*Instructions for the task*. Go through the data line by line from the top, retyping each exactly, and end with the line that contains "const cell = (v, d".

(Collected data entries)
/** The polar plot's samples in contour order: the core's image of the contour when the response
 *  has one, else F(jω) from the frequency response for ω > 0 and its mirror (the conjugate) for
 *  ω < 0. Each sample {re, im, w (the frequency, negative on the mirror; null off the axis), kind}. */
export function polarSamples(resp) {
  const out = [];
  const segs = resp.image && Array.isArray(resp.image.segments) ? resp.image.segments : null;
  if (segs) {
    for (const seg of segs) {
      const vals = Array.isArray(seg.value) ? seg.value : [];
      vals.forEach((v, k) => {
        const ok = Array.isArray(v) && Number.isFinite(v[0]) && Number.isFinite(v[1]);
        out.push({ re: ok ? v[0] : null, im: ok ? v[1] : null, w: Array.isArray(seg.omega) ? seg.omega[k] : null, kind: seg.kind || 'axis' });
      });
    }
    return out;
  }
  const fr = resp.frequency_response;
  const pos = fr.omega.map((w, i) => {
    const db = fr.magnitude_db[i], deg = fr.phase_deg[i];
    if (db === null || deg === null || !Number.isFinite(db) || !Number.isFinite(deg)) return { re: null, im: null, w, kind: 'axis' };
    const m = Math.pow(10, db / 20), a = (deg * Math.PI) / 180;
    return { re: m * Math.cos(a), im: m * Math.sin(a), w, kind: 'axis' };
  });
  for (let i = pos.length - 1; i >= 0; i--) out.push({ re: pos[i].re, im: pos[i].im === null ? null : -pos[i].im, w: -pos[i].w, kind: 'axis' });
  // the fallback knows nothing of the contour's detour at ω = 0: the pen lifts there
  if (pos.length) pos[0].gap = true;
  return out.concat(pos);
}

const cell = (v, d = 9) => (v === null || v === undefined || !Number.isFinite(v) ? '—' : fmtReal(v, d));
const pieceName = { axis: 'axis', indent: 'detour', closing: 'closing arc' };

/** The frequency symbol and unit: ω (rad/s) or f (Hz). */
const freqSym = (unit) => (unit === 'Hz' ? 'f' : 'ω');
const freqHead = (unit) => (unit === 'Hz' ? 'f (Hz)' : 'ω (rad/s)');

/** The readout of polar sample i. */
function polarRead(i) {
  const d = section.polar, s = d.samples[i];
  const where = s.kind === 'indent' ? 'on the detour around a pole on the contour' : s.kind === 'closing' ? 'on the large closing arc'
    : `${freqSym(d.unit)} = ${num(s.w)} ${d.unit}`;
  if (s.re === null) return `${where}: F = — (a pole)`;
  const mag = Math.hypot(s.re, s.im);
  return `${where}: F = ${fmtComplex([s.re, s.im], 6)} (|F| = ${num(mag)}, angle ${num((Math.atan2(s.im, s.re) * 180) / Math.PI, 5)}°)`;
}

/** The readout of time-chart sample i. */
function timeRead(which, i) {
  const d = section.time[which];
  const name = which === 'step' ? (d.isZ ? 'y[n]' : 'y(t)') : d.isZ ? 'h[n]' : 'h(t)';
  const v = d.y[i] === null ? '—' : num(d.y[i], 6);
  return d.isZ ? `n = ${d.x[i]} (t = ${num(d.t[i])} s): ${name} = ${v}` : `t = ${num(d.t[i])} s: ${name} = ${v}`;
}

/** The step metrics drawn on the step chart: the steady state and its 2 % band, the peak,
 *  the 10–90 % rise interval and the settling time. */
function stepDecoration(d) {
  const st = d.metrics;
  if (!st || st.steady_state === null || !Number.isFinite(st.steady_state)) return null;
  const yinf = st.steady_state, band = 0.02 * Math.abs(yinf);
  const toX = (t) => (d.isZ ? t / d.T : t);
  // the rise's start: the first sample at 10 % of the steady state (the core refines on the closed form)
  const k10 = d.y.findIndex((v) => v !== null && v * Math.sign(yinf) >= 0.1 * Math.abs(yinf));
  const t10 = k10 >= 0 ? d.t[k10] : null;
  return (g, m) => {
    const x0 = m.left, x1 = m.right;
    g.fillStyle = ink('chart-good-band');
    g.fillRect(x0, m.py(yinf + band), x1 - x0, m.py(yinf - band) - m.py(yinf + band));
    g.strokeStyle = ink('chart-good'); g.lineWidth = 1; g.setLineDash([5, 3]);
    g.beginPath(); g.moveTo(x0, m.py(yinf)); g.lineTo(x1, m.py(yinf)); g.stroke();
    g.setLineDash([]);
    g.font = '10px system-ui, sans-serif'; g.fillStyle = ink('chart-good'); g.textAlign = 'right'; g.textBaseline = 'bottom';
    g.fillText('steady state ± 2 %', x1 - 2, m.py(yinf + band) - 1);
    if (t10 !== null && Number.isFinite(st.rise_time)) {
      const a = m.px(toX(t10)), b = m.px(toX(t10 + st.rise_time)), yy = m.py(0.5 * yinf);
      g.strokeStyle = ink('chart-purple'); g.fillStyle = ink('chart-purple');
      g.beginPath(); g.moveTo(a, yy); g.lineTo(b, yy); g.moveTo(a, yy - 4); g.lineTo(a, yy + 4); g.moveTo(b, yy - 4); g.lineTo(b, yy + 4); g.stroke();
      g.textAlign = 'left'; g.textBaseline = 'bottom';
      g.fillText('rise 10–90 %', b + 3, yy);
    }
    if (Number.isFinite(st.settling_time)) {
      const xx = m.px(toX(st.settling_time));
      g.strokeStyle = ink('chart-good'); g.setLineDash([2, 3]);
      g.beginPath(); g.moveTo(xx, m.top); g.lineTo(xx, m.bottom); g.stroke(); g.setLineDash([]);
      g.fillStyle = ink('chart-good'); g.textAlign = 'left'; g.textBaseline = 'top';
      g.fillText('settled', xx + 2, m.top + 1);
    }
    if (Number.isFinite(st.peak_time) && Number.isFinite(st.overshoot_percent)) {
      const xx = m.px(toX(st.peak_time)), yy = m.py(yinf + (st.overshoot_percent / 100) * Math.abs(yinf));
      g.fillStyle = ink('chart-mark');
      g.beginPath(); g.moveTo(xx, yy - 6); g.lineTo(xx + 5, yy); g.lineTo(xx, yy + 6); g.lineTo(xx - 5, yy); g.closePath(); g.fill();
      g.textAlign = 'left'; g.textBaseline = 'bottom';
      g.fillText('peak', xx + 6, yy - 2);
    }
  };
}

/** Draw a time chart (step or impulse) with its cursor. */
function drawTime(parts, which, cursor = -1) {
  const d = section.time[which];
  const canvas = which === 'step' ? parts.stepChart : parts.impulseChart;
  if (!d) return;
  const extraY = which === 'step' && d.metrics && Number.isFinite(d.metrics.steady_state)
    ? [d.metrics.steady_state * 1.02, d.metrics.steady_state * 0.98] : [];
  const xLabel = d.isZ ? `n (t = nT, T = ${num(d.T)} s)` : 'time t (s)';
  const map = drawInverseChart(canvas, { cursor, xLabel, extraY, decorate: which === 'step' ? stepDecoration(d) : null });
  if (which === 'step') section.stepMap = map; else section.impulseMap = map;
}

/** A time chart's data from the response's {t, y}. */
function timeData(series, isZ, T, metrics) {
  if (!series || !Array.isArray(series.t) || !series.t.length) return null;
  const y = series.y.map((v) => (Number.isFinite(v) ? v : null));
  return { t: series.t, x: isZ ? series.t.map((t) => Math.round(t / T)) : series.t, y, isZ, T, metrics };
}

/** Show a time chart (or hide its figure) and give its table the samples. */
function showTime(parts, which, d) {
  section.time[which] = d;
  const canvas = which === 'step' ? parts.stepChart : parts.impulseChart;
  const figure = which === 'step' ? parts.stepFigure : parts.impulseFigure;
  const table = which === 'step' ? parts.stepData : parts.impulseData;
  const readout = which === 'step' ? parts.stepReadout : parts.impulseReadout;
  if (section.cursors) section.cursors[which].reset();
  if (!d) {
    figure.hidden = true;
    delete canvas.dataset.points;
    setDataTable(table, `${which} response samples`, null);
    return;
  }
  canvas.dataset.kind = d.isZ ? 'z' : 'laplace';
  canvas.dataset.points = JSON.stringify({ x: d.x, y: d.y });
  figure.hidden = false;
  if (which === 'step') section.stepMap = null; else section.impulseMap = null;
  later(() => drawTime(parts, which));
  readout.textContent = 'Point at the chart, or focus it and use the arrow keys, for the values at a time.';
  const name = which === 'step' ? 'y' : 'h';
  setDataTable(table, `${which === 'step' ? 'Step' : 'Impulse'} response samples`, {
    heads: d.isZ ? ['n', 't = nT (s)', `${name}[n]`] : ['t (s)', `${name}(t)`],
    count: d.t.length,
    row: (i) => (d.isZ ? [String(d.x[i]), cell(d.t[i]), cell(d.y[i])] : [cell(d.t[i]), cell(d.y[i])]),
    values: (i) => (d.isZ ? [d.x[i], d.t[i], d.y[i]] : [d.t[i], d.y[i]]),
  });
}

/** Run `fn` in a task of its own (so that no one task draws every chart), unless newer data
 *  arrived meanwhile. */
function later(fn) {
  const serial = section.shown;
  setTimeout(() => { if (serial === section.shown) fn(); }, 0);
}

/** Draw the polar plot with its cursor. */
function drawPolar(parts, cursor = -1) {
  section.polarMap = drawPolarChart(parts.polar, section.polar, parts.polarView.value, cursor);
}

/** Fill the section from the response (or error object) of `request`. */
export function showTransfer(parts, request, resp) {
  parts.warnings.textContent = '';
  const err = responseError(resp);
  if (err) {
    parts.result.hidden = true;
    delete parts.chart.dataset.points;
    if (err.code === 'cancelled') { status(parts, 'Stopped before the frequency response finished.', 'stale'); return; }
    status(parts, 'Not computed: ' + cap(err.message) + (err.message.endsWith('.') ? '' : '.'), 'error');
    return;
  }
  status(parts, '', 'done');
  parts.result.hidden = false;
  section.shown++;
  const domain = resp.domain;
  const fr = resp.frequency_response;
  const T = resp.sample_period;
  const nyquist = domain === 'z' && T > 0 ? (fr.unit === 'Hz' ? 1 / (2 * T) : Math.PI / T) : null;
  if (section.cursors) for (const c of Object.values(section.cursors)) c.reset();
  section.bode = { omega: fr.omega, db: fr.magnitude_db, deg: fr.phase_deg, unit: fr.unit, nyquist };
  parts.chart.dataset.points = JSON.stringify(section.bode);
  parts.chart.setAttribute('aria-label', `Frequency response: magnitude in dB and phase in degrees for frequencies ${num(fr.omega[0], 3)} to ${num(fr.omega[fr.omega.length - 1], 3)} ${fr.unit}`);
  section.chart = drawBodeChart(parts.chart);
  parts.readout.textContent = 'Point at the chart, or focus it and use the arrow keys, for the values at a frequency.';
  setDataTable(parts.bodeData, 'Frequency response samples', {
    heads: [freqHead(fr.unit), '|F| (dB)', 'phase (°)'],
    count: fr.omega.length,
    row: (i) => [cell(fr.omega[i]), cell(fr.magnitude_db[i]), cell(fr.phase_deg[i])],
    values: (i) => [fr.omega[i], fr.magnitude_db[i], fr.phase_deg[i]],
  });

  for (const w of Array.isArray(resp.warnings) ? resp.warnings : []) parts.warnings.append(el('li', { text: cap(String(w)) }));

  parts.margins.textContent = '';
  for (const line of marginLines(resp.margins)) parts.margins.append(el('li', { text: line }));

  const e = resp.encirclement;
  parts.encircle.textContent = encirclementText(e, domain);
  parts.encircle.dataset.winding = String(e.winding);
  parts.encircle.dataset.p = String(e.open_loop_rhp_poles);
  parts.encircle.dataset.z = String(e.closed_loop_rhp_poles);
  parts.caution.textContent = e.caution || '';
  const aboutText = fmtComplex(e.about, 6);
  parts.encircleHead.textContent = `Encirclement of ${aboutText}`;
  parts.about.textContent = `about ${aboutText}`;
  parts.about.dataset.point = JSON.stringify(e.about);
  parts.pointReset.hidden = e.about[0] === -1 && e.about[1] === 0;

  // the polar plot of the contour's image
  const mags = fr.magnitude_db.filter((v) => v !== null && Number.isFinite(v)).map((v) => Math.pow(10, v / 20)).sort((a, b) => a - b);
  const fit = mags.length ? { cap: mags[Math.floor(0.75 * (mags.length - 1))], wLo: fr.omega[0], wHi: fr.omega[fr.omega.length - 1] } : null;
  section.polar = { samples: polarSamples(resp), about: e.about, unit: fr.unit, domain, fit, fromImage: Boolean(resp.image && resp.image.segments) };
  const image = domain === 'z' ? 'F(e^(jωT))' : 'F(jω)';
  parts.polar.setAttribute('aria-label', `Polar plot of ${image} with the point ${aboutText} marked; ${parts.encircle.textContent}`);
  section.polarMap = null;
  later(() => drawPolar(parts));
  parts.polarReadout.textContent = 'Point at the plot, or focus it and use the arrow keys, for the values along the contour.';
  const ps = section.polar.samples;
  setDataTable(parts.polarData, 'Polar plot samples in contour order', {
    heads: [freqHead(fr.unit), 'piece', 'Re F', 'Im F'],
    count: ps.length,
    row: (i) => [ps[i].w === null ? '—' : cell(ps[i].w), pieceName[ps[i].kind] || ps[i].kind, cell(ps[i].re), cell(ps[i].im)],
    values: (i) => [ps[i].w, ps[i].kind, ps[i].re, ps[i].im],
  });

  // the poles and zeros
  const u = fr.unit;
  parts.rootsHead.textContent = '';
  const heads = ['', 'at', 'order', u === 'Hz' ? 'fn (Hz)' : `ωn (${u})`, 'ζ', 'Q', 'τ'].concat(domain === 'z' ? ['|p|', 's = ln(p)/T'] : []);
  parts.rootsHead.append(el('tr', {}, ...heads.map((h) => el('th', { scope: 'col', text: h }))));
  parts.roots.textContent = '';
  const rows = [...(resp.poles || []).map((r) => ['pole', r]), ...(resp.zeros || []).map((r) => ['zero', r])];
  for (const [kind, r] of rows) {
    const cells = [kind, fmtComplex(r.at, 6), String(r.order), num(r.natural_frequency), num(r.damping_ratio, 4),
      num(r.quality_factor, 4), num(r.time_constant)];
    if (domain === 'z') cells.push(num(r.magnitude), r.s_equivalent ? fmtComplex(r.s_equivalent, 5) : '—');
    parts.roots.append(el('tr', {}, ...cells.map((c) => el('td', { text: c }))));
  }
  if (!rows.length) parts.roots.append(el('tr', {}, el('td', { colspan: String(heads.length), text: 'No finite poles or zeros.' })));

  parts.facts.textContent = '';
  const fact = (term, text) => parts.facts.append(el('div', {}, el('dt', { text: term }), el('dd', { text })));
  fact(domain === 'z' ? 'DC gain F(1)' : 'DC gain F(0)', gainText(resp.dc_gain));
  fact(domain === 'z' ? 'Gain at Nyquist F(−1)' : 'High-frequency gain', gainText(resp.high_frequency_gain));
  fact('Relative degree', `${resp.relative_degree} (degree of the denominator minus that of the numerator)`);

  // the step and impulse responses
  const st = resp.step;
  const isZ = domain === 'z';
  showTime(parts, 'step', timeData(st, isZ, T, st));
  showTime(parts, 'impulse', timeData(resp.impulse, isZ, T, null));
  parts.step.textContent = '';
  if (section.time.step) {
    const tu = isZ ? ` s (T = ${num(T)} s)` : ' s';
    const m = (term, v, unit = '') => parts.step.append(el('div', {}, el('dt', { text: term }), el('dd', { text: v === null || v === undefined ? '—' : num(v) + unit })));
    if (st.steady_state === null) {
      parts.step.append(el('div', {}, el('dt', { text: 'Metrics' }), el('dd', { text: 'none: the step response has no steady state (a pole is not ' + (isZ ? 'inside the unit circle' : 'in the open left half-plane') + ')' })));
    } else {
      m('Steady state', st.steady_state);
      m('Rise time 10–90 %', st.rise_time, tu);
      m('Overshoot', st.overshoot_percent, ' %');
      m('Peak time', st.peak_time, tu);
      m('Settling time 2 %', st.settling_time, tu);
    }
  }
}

*Expected output*.
/** The polar plot's samples in contour order: the core's image of the contour when the response
 *  has one, else F(jω) from the frequency response for ω > 0 and its mirror (the conjugate) for
 *  ω < 0. Each sample {re, im, w (the frequency, negative on the mirror; null off the axis), kind}. */
export function polarSamples(resp) {
  const out = [];
  const segs = resp.image && Array.isArray(resp.image.segments) ? resp.image.segments : null;
  if (segs) {
    for (const seg of segs) {
      const vals = Array.isArray(seg.value) ? seg.value : [];
      vals.forEach((v, k) => {
        const ok = Array.isArray(v) && Number.isFinite(v[0]) && Number.isFinite(v[1]);
        out.push({ re: ok ? v[0] : null, im: ok ? v[1] : null, w: Array.isArray(seg.omega) ? seg.omega[k] : null, kind: seg.kind || 'axis' });
      });
    }
    return out;
  }
  const fr = resp.frequency_response;
  const pos = fr.omega.map((w, i) => {
    const db = fr.magnitude_db[i], deg = fr.phase_deg[i];
    if (db === null || deg === null || !Number.isFinite(db) || !Number.isFinite(deg)) return { re: null, im: null, w, kind: 'axis' };
    const m = Math.pow(10, db / 20), a = (deg * Math.PI) / 180;
    return { re: m * Math.cos(a), im: m * Math.sin(a), w, kind: 'axis' };
  });
  for (let i = pos.length - 1; i >= 0; i--) out.push({ re: pos[i].re, im: pos[i].im === null ? null : -pos[i].im, w: -pos[i].w, kind: 'axis' });
  // the fallback knows nothing of the contour's detour at ω = 0: the pen lifts there
  if (pos.length) pos[0].gap = true;
  return out.concat(pos);
}

const cell = (v, d = 9) => (v === null || v === undefined || !Number.isFinite(v) ? '—' : fmtReal(v, d));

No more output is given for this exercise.